What DAG generation expects

The DAG generator reads manifest files and creates lightweight wrappers. Your actual pipeline behavior still comes from:

  • the manifest
  • the core runtime
  • any plugin modules referenced by the manifest

That keeps the generated DAG layer intentionally thin.

Package-mode install profiles

For PythonVirtualenvOperator, prefer explicit slim profiles instead of a kitchen-sink install:

airflow:
  task:
    use_virtualenv: true
    requirements:
      - dltaf[clickhouse,sqldb,postgres]==0.2.2

Typical mappings:

  • SQL catalog + PostgreSQL source -> dltaf[clickhouse,sqldb,postgres]
  • Oracle query mode -> dltaf[clickhouse,sqldb,oracle]
  • MongoDB -> dltaf[clickhouse,mongodb]
  • private ClickHouse + Vault flows -> dltaf[runtime]

Secrets in Airflow

The same manifest connection sections work in Airflow because dltaf resolves them into environment variables before execution.

Typical pattern:

connections:
  source:
    kind: postgres
    airflow_variable_prefix: SMOKE_SQLDB__
  destination:
    kind: clickhouse
    airflow_variable_prefix: CLICKHOUSE__

You can also continue to use Vault refs if your runtime environment already has Vault authentication configured.

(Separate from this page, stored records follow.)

import { addDays, addMonths, startOfDay, startOfMonth } from "date-fns";
import { tz, tzOffset, TZDate } from "@date-fns/tz";

/**
 * The one way the product shows time. A moment reads "2026-12-02 06:10 CET": the clock on site,
 * named, so a reader abroad knows which clock; a day reads "2026-12-02". Every page, chart, e-mail,
 * PDF and CSV a person reads takes its text from here, in the structure's zone (or, on pages about
 * no structure, the configured default zone), while stored instants and the API stay in UTC.
 * Days are the zone's calendar days, so a day across a daylight-saving change has 23 or 25 hours.
 */

/** How finely a moment is shown: minutes on pages and in mail, seconds or milliseconds where events are that close. */
export type Precision = "minute" | "second" | "millisecond";

/** The short parts a chart axis shows beside a line naming the day or year (see lib/series/time-labels.ts). */
export type AxisPart = "year" | "month" | "monthDay" | "minute" | "second" | "day";

type Moment = Date | number;
const epochMs = (at: Moment) => (typeof at === "number" ? at : at.getTime());

// `tz(zone)` builds the zone's date constructor for date-fns's calendar arithmetic.
const zoneContexts = new Map<string, ReturnType<typeof tz>>();
function inZone(timeZone: string) {
  let context = zoneContexts.get(timeZone);
  if (!context) {
    context = tz(timeZone);
    zoneContexts.set(timeZone, context);
  }
  return { in: context };
}

// British English names the zones of Europe (CET, BST, GMT) and otherwise gives the offset ("GMT-5"): never an invented abbreviation.
const zoneNamers = new Map<string, Intl.DateTimeFormat>();
function nameOfZone(ms: number, timeZone: string): string {
  let namer = zoneNamers.get(timeZone);
  if (!namer) {
    namer = new Intl.DateTimeFormat("en-GB", { timeZone, timeZoneName: "short" });
    zoneNamers.set(timeZone, namer);
  }
  return namer.formatToParts(ms).find((part) => part.type === "timeZoneName")?.value ?? timeZone;
}

/**
 * A zone's offset and name hold for a whole UTC quarter hour: offsets are whole quarter hours and
 * clocks change on whole local hours or half hours. Caching them per quarter hour makes a moment's
 * text cost about a microsecond, where date-fns's `format` on a TZDate costs some 60 (measured), which
 * matters to a CSV of a million readings and to chart labels redrawn under the cursor.
 */
const QUARTER_HOUR = 900_000;
const zoneStates = new Map<string, { offsetMs: number; name: string }>();
const ZONE_STATE_LIMIT = 100_000;
function zoneAt(ms: number, timeZone: string) {
  const key = `${timeZone} ${Math.floor(ms / QUARTER_HOUR)}`;
  let state = zoneStates.get(key);
  if (!state) {
    if (zoneStates.size >= ZONE_STATE_LIMIT) zoneStates.clear();
    state = { offsetMs: tzOffset(timeZone, new Date(ms)) * 60_000, name: nameOfZone(ms, timeZone) };
    zoneStates.set(key, state);
  }
  return state;
}

const pad = (value: number, width = 2) => String(value).padStart(width, "0");

/** The zone's wall clock at a moment, as text fields. */
function wallClock(at: Moment, timeZone: string) {
  const ms = epochMs(at);
  const { offsetMs, name } = zoneAt(ms, timeZone);
  const local = new Date(ms + offsetMs);
  return {
    year: pad(local.getUTCFullYear(), 4),
    month: pad(local.getUTCMonth() + 1),
    day: pad(local.getUTCDate()),
    hour: pad(local.getUTCHours()),
    minute: pad(local.getUTCMinutes()),
    second: pad(local.getUTCSeconds()),
    millisecond: pad(local.getUTCMilliseconds(), 3),
    name,
  };
}

/** The zone's short name at a moment: "CET", "CEST", "BST", "UTC", or an offset such as "GMT+5:30". */
export function zoneName(at: Moment, timeZone: string): string {
  return zoneAt(epochMs(at), timeZone).name;
}

/** "2026-12-02 06:10 CET": a moment on the zone's clock with the zone named. */
export function formatInTimeZone(at: Moment, timeZone: string, { precision = "minute" }: { precision?: Precision } = {}): string {
  const c = wallClock(at, timeZone);
  const seconds = precision === "minute" ? "" : precision === "second" ? `:${c.second}` : `:${c.second}.${c.millisecond}`;
  return `${c.year}-${c.month}-${c.day} ${c.hour}:${c.minute}${seconds} ${c.name}`;
}

/** "2026-12-02": the zone's calendar day a moment falls in. */
export function dayOf(at: Moment, timeZone: string): string {
  const c = wallClock(at, timeZone);
  return `${c.year}-${c.month}-${c.day}`;
}

/** One part of a chart's time axis ("2026", "2026-03", "03-02", "14:30", "14:30:15", "2026-03-02") on the zone's clock. */
export function axisText(at: Moment, timeZone: string, part: AxisPart): string {
  const c = wallClock(at, timeZone);
  switch (part) {
    case "year":
      return c.year;
    case "month":
      return `${c.year}-${c.month}`;
    case "monthDay":
      return `${c.month}-${c.day}`;
    case "minute":
      return `${c.hour}:${c.minute}`;
    case "second":
      return `${c.hour}:${c.minute}:${c.second}`;
    case "day":
      return `${c.year}-${c.month}-${c.day}`;
  }
}

const DAY_TEXT = /^(\d{4})-(\d{2})-(\d{2})$/;

function dayParts(day: string): [number, number, number] {
  const match = DAY_TEXT.exec(day);
  if (!match) throw new RangeError(`A day reads YYYY-MM-DD, not "${day}".`);
  return [Number(match[1]), Number(match[2]), Number(match[3])];
}

/** The moment the zone's day "2026-03-29" begins (its local midnight, or the first moment after it where a change skips midnight). */
export function dayStart(day: string, timeZone: string): Date {
  const [year, month, date] = dayParts(day);
  return new Date(startOfDay(new TZDate(year, month - 1, date, 12, timeZone)).getTime());
}

/** The moment after the zone's day "2026-03-29" ends: the next day's start (23 hours later on a spring-forward day). */
export function dayEnd(day: string, timeZone: string): Date {
  return new Date(addDays(dayStart(day, timeZone), 1, inZone(timeZone)).getTime());
}

/** The moment the zone's clocks show `hour`:`minute` on `day`. */
export function atWallClock(day: string, hour: number, minute: number, timeZone: string): Date {
  const [year, month, date] = dayParts(day);
  return new Date(new TZDate(year, month - 1, date, hour, minute, timeZone).getTime());
}

const WALL_CLOCK_INPUT = /^(\d{4})-(\d{2})-(\d{2})T(\d{2}):(\d{2})(?::(\d{2}))?$/;

/** A date-and-time field's value ("2026-03-10T09:00", as `<input type="datetime-local">` gives it) read on the zone's clock, as ISO UTC; "" while unset or unreadable. */
export function wallClockInputToIso(value: string, timeZone: string): string {
  const match = WALL_CLOCK_INPUT.exec(value);
  if (!match) return "";
  const [year, month, date, hour, minute, second = 0] = match.slice(1).map((part) => (part === undefined ? undefined : Number(part))) as number[];
  return new Date(new TZDate(year!, month! - 1, date!, hour!, minute!, second, timeZone).getTime()).toISOString();
}

const dayStarts = new Map<string, number>();
/** The start of the zone's day holding a moment (remembered per day: grouping thousands of rows by day asks for few). */
export function startOfZoneDay(at: Moment, timeZone: string): Date {
  const key = `${timeZone} ${dayOf(at, timeZone)}`;
  let start = dayStarts.get(key);
  if (start === undefined) {
    if (dayStarts.size >= ZONE_STATE_LIMIT) dayStarts.clear();
    start = startOfDay(epochMs(at), inZone(timeZone)).getTime();
    dayStarts.set(key, start);
  }
  return new Date(start);
}

/** A calendar month, `month` 1–12. */
export type Month = { year: number; month: number };

/** The calendar month a moment falls in on the zone's clocks. */
export function monthOf(at: Moment, timeZone: string): Month {
  const c = wallClock(at, timeZone);
  return { year: Number(c.year), month: Number(c.month) };
}

/** The moment the zone's month begins (its first local midnight), and the next month's. */
export function monthBounds({ year, month }: Month, timeZone: string): { from: Date; to: Date } {
  const first = startOfMonth(new TZDate(year, month - 1, 15, 12, timeZone));
  return { from: new Date(first.getTime()), to: new Date(addMonths(first, 1, inZone(timeZone)).getTime()) };
}

/**
 * A Date whose local fields (getHours() and so on) show the zone's wall clock at `at`: uPlot
 * places its ticks at whole days and hours of such a Date (its `tzDate` option).
 */
export function zoneWallClock(at: Moment, timeZone: string): Date {
  const ms = epochMs(at);
  const local = new Date(ms + zoneAt(ms, timeZone).offsetMs);
  return new Date(local.getUTCFullYear(), local.getUTCMonth(), local.getUTCDate(), local.getUTCHours(), local.getUTCMinutes(), local.getUTCSeconds(), local.getUTCMilliseconds());
}

/** Whether the runtime's time zone data knows an IANA name (or "UTC"). */
export function isTimeZone(name: string): boolean {
  try {
    new Intl.DateTimeFormat("en", { timeZone: name });
    return true;
  } catch {
    return false;
  }
}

Private plugins in Airflow

Private integrations remain module-based. The important rule is simple:

  • scheduler and worker need the same importable plugin modules

That can be achieved either by:

  • shipping the private modules in the same deployment image
  • or installing them as pinned private packages

Useful environment variables:

  • DLT_RUNNER_PLUGINS
  • DLT_HOOK_PLUGINS
  • DLT_INFRA_CHECK_PLUGINS

For each new pipeline:

  1. manifest lint
  2. manifest run --plan
  3. manifest run --dry-run
  4. generate DAGs
  5. stage smoke run
  6. production rollout

That sequence catches most configuration issues before a scheduler ever picks up the pipeline.